> Required work
Even where a line looks wrong, copy it exactly and include every entry.

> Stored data
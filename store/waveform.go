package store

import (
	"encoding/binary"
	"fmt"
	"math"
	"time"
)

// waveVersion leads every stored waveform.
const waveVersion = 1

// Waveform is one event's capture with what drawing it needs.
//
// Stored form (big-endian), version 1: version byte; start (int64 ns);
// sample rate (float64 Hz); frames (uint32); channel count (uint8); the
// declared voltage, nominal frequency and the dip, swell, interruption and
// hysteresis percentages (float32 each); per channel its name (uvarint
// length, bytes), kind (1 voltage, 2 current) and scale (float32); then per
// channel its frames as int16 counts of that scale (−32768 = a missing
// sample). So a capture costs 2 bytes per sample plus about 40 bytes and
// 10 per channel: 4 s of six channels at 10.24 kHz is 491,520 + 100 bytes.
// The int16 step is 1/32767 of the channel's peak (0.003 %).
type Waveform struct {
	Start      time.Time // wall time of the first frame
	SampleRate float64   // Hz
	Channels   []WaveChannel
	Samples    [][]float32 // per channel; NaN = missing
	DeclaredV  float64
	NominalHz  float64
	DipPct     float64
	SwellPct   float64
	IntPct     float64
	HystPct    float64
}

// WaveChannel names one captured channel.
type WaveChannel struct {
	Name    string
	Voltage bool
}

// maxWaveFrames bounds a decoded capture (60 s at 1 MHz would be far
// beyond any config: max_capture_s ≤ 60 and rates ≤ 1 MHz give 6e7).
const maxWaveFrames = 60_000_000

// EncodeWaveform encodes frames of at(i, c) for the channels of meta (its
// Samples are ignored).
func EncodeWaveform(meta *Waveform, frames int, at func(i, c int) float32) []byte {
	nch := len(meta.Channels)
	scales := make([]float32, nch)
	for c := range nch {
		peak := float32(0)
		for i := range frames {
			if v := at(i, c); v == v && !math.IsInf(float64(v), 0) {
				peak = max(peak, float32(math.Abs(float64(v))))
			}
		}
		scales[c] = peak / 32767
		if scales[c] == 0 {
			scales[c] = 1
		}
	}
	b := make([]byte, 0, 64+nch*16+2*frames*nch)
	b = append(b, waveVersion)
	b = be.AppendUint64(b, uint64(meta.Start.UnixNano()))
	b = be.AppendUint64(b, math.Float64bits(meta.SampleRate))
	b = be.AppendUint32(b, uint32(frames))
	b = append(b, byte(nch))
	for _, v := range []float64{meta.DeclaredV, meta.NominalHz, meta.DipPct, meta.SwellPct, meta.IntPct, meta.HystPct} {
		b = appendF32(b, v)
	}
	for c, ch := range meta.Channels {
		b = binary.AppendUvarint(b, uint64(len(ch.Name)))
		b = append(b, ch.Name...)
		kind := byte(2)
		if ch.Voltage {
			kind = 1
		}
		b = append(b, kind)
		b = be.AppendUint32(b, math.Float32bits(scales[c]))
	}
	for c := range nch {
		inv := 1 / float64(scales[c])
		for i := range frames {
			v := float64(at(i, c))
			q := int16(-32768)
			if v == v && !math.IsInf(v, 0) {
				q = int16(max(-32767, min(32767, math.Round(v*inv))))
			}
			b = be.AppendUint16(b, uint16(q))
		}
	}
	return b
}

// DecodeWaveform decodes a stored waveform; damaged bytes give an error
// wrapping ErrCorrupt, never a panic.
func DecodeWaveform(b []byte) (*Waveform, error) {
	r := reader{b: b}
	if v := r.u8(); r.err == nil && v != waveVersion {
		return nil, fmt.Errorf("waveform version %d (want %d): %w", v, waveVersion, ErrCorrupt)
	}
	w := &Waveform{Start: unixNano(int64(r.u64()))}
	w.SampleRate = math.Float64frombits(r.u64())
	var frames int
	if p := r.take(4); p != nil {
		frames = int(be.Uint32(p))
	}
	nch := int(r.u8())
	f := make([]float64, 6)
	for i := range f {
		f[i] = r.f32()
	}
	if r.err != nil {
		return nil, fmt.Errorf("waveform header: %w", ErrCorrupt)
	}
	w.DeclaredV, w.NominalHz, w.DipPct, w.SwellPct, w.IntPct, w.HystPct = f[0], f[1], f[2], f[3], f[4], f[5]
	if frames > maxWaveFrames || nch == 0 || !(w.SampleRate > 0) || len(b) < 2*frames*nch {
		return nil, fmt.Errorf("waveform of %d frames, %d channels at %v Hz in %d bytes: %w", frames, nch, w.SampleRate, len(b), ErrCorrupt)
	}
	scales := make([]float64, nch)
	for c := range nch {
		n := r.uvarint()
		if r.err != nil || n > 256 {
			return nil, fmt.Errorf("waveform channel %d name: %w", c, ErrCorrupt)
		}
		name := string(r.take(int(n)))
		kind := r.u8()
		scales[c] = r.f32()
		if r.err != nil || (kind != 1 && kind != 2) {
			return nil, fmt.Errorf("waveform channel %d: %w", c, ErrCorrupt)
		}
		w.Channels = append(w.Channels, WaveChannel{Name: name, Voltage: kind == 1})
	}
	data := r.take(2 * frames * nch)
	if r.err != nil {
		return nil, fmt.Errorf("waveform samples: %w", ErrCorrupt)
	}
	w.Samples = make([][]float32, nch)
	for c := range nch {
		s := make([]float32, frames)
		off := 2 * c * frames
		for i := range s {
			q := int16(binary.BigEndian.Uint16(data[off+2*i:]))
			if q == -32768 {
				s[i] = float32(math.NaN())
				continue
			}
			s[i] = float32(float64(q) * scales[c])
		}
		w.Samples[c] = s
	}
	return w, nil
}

> Result of the exercise
filename store/waveform.go
package store

import (
	"encoding/binary"
	"fmt"
	"math"
	"time"
)

// waveVersion leads every stored waveform.
const waveVersion = 1

// Waveform is one event's capture with what drawing it needs.
//
// Stored form (big-endian), version 1: version byte; start (int64 ns);
// sample rate (float64 Hz); frames (uint32); channel count (uint8); the
// declared voltage, nominal frequency and the dip, swell, interruption and
// hysteresis percentages (float32 each); per channel its name (uvarint
// length, bytes), kind (1 voltage, 2 current) and scale (float32); then per
// channel its frames as int16 counts of that scale (−32768 = a missing
// sample). So a capture costs 2 bytes per sample plus about 40 bytes and
// 10 per channel: 4 s of six channels at 10.24 kHz is 491,520 + 100 bytes.
// The int16 step is 1/32767 of the channel's peak (0.003 %).
type Waveform struct {
	Start      time.Time // wall time of the first frame
	SampleRate float64   // Hz
	Channels   []WaveChannel
	Samples    [][]float32 // per channel; NaN = missing
	DeclaredV  float64
	NominalHz  float64
	DipPct     float64
	SwellPct   float64
	IntPct     float64
	HystPct    float64
}

// WaveChannel names one captured channel.
type WaveChannel struct {
	Name    string
	Voltage bool
}

// maxWaveFrames bounds a decoded capture (60 s at 1 MHz would be far
// beyond any config: max_capture_s ≤ 60 and rates ≤ 1 MHz give 6e7).
const maxWaveFrames = 60_000_000

// EncodeWaveform encodes frames of at(i, c) for the channels of meta (its
// Samples are ignored).
func EncodeWaveform(meta *Waveform, frames int, at func(i, c int) float32) []byte {
	nch := len(meta.Channels)
	scales := make([]float32, nch)
	for c := range nch {
		peak := float32(0)
		for i := range frames {
			if v := at(i, c); v == v && !math.IsInf(float64(v), 0) {
				peak = max(peak, float32(math.Abs(float64(v))))
			}
		}
		scales[c] = peak / 32767
		if scales[c] == 0 {
			scales[c] = 1
		}
	}
	b := make([]byte, 0, 64+nch*16+2*frames*nch)
	b = append(b, waveVersion)
	b = be.AppendUint64(b, uint64(meta.Start.UnixNano()))
	b = be.AppendUint64(b, math.Float64bits(meta.SampleRate))
	b = be.AppendUint32(b, uint32(frames))
	b = append(b, byte(nch))
	for _, v := range []float64{meta.DeclaredV, meta.NominalHz, meta.DipPct, meta.SwellPct, meta.IntPct, meta.HystPct} {
		b = appendF32(b, v)
	}
	for c, ch := range meta.Channels {
		b = binary.AppendUvarint(b, uint64(len(ch.Name)))
		b = append(b, ch.Name...)
		kind := byte(2)
		if ch.Voltage {
			kind = 1
		}
		b = append(b, kind)
		b = be.AppendUint32(b, math.Float32bits(scales[c]))
	}
	for c := range nch {
		inv := 1 / float64(scales[c])
		for i := range frames {
			v := float64(at(i, c))
			q := int16(-32768)
			if v == v && !math.IsInf(v, 0) {
				q = int16(max(-32767, min(32767, math.Round(v*inv))))
			}
			b = be.AppendUint16(b, uint16(q))
		}
	}
	return b
}

// DecodeWaveform decodes a stored waveform; damaged bytes give an error
// wrapping ErrCorrupt, never a panic.
func DecodeWaveform(b []byte) (*Waveform, error) {
	r := reader{b: b}
	if v := r.u8(); r.err == nil && v != waveVersion {
		return nil, fmt.Errorf("waveform version %d (want %d): %w", v, waveVersion, ErrCorrupt)
	}
	w := &Waveform{Start: unixNano(int64(r.u64()))}
	w.SampleRate = math.Float64frombits(r.u64())
	var frames int
	if p := r.take(4); p != nil {
		frames = int(be.Uint32(p))
	}
	nch := int(r.u8())
	f := make([]float64, 6)
	for i := range f {
		f[i] = r.f32()
	}
	if r.err != nil {
		return nil, fmt.Errorf("waveform header: %w", ErrCorrupt)
	}
	w.DeclaredV, w.NominalHz, w.DipPct, w.SwellPct, w.IntPct, w.HystPct = f[0], f[1], f[2], f[3], f[4], f[5]
	if frames > maxWaveFrames || nch == 0 || !(w.SampleRate > 0) || len(b) < 2*frames*nch {
		return nil, fmt.Errorf("waveform of %d frames, %d channels at %v Hz in %d bytes: %w", frames, nch, w.SampleRate, len(b), ErrCorrupt)
	}
	scales := make([]float64, nch)
	for c := range nch {
		n := r.uvarint()
		if r.err != nil || n > 256 {
			return nil, fmt.Errorf("waveform channel %d name: %w", c, ErrCorrupt)
		}
		name := string(r.take(int(n)))
		kind := r.u8()
		scales[c] = r.f32()
		if r.err != nil || (kind != 1 && kind != 2) {
			return nil, fmt.Errorf("waveform channel %d: %w", c, ErrCorrupt)
		}
		w.Channels = append(w.Channels, WaveChannel{Name: name, Voltage: kind == 1})
	}
	data := r.take(2 * frames * nch)
	if r.err != nil {
		return nil, fmt.Errorf("waveform samples: %w", ErrCorrupt)
	}
	w.Samples = make([][]float32, nch)
	for c := range nch {
		s := make([]float32, frames)
		off := 2 * c * frames
		for i := range s {
			q := int16(binary.BigEndian.Uint16(data[off+2*i:]))
			if q == -32768 {
				s[i] = float32(math.NaN())
				continue
			}
			s[i] = float32(float64(q) * scales[c])
		}
		w.Samples[c] = s
	}
	return w, nil
}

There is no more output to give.